**WHAT THE TASK REQUIRES:**
Identify all lines below that hold "RadioGroup" and collect them.

-- DATA EXTRACTS follows --

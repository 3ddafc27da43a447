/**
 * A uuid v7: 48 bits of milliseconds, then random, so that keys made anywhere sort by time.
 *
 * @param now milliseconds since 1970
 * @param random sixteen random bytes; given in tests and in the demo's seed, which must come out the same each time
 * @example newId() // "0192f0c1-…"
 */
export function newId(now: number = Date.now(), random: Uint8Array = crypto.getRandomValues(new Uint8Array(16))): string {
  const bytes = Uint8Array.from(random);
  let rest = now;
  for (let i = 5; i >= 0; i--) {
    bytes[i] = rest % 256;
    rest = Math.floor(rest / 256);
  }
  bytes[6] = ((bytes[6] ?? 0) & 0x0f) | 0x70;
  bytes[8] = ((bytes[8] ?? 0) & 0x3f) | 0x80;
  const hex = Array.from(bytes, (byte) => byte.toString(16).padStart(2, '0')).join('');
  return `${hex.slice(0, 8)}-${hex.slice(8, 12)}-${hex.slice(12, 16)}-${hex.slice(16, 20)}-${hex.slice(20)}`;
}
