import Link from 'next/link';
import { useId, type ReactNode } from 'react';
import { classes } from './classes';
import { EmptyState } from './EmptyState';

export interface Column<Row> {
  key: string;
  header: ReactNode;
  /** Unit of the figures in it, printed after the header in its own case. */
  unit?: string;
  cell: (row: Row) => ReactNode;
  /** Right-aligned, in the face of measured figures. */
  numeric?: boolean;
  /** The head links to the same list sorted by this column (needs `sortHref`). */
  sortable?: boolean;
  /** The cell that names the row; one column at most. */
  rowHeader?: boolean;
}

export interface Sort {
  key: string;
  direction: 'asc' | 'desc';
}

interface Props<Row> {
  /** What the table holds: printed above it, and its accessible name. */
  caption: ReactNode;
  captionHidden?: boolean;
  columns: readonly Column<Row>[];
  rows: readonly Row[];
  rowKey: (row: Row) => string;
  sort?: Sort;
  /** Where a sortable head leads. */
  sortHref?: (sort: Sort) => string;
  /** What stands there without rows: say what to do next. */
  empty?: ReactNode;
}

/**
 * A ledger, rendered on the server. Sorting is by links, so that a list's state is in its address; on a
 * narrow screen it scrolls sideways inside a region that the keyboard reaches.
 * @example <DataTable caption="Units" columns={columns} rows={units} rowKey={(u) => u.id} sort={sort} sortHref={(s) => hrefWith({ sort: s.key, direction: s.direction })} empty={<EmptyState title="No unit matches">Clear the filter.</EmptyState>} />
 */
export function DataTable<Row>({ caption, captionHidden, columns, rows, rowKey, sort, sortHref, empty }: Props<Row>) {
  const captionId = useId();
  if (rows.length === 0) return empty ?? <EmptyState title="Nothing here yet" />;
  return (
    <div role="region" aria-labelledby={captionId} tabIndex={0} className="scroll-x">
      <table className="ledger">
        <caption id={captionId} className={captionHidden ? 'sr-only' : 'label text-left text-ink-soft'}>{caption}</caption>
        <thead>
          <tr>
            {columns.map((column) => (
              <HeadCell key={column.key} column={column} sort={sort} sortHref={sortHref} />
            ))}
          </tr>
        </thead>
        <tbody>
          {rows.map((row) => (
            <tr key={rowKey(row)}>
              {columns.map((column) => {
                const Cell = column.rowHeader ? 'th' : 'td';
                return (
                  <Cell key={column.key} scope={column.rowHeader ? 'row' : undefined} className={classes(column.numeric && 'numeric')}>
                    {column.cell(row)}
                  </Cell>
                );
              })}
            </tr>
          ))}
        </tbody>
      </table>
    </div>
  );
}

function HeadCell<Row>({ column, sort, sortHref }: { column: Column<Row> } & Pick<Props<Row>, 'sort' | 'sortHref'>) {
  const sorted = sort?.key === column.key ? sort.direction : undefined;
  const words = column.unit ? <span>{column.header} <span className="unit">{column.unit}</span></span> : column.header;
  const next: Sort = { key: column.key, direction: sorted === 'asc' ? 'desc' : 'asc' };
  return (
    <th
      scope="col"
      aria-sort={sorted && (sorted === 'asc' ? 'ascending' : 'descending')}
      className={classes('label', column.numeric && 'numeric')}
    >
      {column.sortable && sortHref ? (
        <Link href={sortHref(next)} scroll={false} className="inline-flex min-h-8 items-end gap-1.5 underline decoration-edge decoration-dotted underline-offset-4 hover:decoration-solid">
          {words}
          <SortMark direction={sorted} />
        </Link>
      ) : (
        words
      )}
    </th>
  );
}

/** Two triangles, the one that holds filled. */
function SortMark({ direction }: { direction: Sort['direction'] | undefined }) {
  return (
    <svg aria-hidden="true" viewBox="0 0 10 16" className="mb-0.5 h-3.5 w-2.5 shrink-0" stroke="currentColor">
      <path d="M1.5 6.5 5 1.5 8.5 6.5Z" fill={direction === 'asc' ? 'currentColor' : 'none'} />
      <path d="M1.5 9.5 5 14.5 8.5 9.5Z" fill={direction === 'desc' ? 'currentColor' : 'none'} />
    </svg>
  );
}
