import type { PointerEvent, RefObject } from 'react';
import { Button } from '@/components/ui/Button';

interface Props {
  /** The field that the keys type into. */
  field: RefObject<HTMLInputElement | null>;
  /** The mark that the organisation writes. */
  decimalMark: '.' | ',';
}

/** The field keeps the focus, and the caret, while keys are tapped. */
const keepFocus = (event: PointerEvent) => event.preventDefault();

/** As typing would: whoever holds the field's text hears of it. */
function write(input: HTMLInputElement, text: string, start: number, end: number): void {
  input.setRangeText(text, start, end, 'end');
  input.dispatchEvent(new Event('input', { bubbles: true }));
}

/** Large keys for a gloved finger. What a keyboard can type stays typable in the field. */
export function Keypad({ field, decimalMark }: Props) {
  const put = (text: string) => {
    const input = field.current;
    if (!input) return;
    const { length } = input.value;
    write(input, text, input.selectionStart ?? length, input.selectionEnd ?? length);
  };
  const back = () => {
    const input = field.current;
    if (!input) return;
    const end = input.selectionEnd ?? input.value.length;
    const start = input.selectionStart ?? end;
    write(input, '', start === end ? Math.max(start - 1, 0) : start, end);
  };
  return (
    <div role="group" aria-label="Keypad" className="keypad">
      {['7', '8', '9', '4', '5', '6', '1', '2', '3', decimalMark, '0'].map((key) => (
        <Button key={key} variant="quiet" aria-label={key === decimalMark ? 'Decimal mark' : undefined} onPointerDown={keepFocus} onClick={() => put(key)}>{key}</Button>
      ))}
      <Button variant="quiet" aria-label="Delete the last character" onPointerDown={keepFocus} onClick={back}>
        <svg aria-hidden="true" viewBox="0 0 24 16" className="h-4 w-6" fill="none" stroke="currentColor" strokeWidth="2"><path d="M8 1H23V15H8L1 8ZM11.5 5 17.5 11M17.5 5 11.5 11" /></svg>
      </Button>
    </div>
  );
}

-- DATA EXTRACTS concluded --
-- DATA EXTRACTS follows --

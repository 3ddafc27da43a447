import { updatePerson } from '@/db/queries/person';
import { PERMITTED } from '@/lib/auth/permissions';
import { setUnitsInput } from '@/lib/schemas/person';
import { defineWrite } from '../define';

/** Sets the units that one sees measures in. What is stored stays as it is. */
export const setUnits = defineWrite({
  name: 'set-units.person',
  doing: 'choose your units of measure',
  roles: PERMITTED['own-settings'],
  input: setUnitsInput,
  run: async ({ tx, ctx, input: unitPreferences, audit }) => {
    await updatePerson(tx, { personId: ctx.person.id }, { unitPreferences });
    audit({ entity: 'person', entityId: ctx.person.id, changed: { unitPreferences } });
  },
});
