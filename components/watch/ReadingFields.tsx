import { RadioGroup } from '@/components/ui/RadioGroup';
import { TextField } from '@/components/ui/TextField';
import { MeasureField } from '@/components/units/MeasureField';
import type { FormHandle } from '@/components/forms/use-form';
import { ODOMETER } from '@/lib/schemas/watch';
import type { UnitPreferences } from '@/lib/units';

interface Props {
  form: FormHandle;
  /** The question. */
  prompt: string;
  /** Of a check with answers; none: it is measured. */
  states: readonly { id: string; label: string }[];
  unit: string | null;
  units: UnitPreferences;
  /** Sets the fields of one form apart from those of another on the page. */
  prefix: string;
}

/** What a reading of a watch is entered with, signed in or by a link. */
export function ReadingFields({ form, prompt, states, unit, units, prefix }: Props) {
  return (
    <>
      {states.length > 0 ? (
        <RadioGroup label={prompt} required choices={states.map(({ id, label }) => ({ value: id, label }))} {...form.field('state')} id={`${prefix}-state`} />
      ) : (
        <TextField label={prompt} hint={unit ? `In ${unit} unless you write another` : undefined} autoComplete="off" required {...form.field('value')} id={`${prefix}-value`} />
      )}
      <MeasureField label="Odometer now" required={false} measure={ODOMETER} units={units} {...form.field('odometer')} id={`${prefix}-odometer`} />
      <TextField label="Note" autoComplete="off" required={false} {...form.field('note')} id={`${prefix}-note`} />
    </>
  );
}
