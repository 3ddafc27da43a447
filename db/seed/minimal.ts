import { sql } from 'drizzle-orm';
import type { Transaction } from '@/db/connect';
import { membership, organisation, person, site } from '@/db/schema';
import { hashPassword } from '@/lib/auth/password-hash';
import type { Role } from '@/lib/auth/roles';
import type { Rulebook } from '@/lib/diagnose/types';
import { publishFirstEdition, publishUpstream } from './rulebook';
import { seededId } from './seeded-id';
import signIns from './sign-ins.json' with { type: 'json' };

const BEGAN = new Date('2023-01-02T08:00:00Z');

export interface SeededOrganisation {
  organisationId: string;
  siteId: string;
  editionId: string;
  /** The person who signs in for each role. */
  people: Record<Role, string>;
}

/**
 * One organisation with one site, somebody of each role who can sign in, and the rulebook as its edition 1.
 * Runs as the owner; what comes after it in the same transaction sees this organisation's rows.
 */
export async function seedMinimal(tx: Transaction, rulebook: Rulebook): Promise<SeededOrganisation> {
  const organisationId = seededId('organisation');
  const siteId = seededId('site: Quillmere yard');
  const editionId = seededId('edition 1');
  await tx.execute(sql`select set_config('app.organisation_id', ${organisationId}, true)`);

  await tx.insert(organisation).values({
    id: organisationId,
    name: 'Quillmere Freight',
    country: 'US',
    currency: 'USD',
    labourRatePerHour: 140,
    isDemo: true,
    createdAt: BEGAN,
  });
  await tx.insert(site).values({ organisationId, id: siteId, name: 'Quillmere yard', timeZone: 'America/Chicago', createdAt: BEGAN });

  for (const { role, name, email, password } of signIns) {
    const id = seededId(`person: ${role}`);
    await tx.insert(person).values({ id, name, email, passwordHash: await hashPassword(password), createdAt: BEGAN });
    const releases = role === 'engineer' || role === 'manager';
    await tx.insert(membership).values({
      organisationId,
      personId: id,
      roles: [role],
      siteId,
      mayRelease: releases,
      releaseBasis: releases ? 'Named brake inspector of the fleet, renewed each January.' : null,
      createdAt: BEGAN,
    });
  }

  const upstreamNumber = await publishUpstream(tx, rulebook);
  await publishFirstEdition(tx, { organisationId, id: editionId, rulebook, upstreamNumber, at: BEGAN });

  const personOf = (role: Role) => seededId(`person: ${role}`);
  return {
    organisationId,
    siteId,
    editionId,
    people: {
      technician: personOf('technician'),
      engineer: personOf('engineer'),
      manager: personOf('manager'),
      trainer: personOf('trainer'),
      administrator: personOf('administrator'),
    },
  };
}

-- DATA EXTRACTS concluded --

**WRITTEN ANSWER:**
import { RadioGroup } from '@/components/ui/RadioGroup';
        <RadioGroup label={prompt} required choices={states.map(({ id, label }) => ({ value: id, label }))} {...form.field('state')} id={`${prefix}-state`} />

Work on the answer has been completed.